Exercise prompt: Every line below that holds the word "points" must be listed.

Dataset entries
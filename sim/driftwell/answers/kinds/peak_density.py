"""Highest density of a cloud, in real particles per cubic metre.

Where the density peaks is found in one half of the charges, how large it is there is counted in
the other half, then the other way round, and the two are averaged: counting where one has just
seen many would count chance as density. Lengths are measured in
the cloud's own principal sizes, so that a long thin cloud is treated as a round one.

    place    the charge whose k-th neighbour is nearest, moved to the centre of its neighbours
             until it rests; k grows with the number of charges                              (1)
    density  n(r) = n0 + n2 r^2 fitted to number and mean square radius in a ball of radius R:
             n0 = (C V7 - S V5) / (V3 V7 - V5^2),  V_p = 4 pi R^p / p                        (2)

C is the count within R and S the sum of r^2. The curvature of the peak, which lowers a plain count
in a ball, is taken out by eq. 2. Tried on Gaussian clouds it is low by 5 % from 300 to 1000
charges and by 1 % from 10000. Charges ordered by their repulsion scatter less than the error says;
in a crystal the value is that smoothed over many sites.

References
----------
D. O. Loftsgaarden, C. P. Quesenberry, Ann. Math. Stat. 36 (1965) 1049 (density from the distance
to the k-th neighbour). Eq. 2 is a local polynomial fit, own derivation. From memory.
"""

from __future__ import annotations

import math
from typing import ClassVar, Literal

import numpy as np
from numpy.typing import NDArray

from driftwell.answers.answer import Answer
from driftwell.answers.charges import charges_at, number_in_words
from driftwell.answers.evidence import Evidence
from driftwell.answers.form import InstantQuestion, instant_in_words
from driftwell.answers.sampling import Bools, group_of, jackknife_error
from driftwell.errors import AnswerError
from driftwell.forms import key

Floats = NDArray[np.float64]

_LEAST = 50
_COUNTED, _AVERAGED = 1.2, 3.0
_POWER = 8.0 / 11.0
_CANDIDATES = 500
_MOVES = 10


class PeakDensity(InstantQuestion):
    """Density at the densest place of a cloud."""

    unit: ClassVar[str] = "1/m^3"
    ask: Literal["peak-density"] = key("highest density, real particles per volume")

    def answer(self, evidence: Evidence) -> Answer:
        charges = charges_at(evidence, self.of, self.time_in(evidence), _LEAST)
        half = group_of(len(charges)) % 2  # whole groups of the jackknife in either half
        share, volume = _shares(charges.position, half)
        scale = len(charges) * charges.cloud.weight / volume

        def density(keep: Bools) -> float:
            means = [share[keep & (half == side)].mean() for side in (0, 1)]
            return scale * 0.5 * float(means[0] + means[1])

        value = density(np.ones(len(charges), dtype=np.bool_))
        error = jackknife_error(density, len(charges))
        within = max(1, round(float(np.count_nonzero(share)) / 2))
        note = (
            f"{number_in_words(len(charges), charges.cloud)}; at the densest place, from the "
            f"{within} charges nearest to it in each half of the cloud"
        )
        return self.answered(value, error, note)

    def words(self) -> str:
        return f'peak density of cloud "{self.of}" {instant_in_words(self.at)}'


def _shares(position: Floats, half: NDArray[np.int64]) -> tuple[Floats, float]:
    """What each charge adds to n0 over the number of charges, (n,), and the unit of volume, m^3."""
    apart = position - position.mean(axis=1, keepdims=True)
    sizes, axes = np.linalg.eigh(np.einsum("in,jn->ij", apart, apart) / apart.shape[1])
    if sizes[0] <= 1e-20 * sizes[2]:
        raise AnswerError("the charges lie in a plane, on a line or at a point: no volume density")
    scaled = np.einsum("ij,in->nj", axes, apart) / np.sqrt(sizes)
    share = np.zeros(len(scaled))
    for side in (0, 1):
        place, radius = _densest(scaled[half == side])
        square = np.sum((scaled[half != side] - place) ** 2, axis=1)
        v3, v5, v7 = (4.0 * math.pi * radius**power / power for power in (3, 5, 7))
        inside = square < radius**2
        share[half != side] = np.where(inside, (v7 - v5 * square) / (v3 * v7 - v5**2), 0.0)
    return share, float(np.sqrt(np.prod(sizes)))


def _densest(points: Floats) -> tuple[Floats, float]:
    """The densest place among points (n, 3), eq. 1, and the radius to count within."""
    from scipy.spatial import cKDTree

    tree = cKDTree(points)
    count = len(points)
    counted = min(round(_COUNTED * count**_POWER), count)
    averaged = min(round(_AVERAGED * count**_POWER), count)
    tried = points[:: max(1, count // _CANDIDATES)]
    place = tried[np.asarray(tree.query(tried, [counted])[0])[:, 0].argmin()]
    for _ in range(_MOVES):
        place = points[tree.query(place, averaged)[1]].mean(axis=0)
    return place, float(np.asarray(tree.query(place, [counted])[0])[0])
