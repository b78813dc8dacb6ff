"""When charges reach a detector: mean, rms spread or full width at half maximum of their times.

A charge counts once, with its first passage.
"""

from __future__ import annotations

from typing import ClassVar, Literal

import numpy as np
from numpy.typing import NDArray

from driftwell.answers.answer import Answer
from driftwell.answers.charges import weight_in_words
from driftwell.answers.evidence import Evidence
from driftwell.answers.form import detector_named
from driftwell.answers.kinds.fractions import DetectorQuestion
from driftwell.answers.peak_width import full_width
from driftwell.answers.sampling import jackknife_error, mean_error
from driftwell.errors import AnswerError
from driftwell.forms import key

Floats = NDArray[np.float64]

_LEAST = {"mean": 1, "rms": 2, "fwhm": 20}


class ArrivalTime(DetectorQuestion):
    """Mean or spread of the times at which charges first pass a detector."""

    unit: ClassVar[str] = "s"
    ask: Literal["arrival-time"] = key("when charges pass a detector for the first time")
    statistic: Literal["mean", "rms", "fwhm"] = key(
        "mean; rms: standard deviation; fwhm: full width at half maximum", default="mean"
    )

    def answer(self, evidence: Evidence) -> Answer:
        times = self._times(evidence)
        least = _LEAST[self.statistic]
        if times.size < least:
            raise AnswerError(
                f'{times.size} charges passed detector "{self.of}"; needs at least {least}'
            )
        clouds = self.clouds(evidence)
        note = f"{times.size} charges{weight_in_words(clouds[0])}"
        value, error = _statistic(self.statistic, times)
        if error is None:
            note += "; too few different times to tell an error from"
        return self.answered(value, error, note)

    def _times(self, evidence: Evidence) -> Floats:
        """First passages of the charges counted, s, in the order of their ids."""
        detector = detector_named(evidence, self.of)
        clouds = self.clouds(evidence)
        if len({cloud.weight for cloud in clouds}) > 1:
            raise AnswerError(
                "charges of different clouds stand for different numbers; name one with `cloud`"
            )
        crossings = evidence.crossings()
        ours = np.isin(crossings["cloud"], [cloud.index for cloud in clouds])
        rows = crossings[(crossings["detector"] == detector) & ours]
        rows = rows[np.argsort(rows["time"], kind="stable")]
        _, first = np.unique(rows["id"], return_index=True)
        return np.asarray(rows["time"][first], dtype=np.float64)

    def words(self) -> str:
        what = {"mean": "mean", "rms": "rms spread", "fwhm": "full width at half maximum"}
        return (
            f'{what[self.statistic]} of the arrival times of {self.whose()} at detector "{self.of}"'
        )


def _statistic(which: str, times: Floats) -> tuple[float, float | None]:
    if which == "mean":
        return float(times.mean()), mean_error(times)
    if which == "fwhm":
        return full_width(times)
    return float(times.std()), jackknife_error(lambda keep: float(times[keep].std()), times.size)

Finished task:
def _densest(points: Floats) -> tuple[Floats, float]:
    """The densest place among points (n, 3), eq. 1, and the radius to count within."""
    tree = cKDTree(points)
    count = len(points)
    tried = points[:: max(1, count // _CANDIDATES)]
        place = points[tree.query(place, averaged)[1]].mean(axis=0)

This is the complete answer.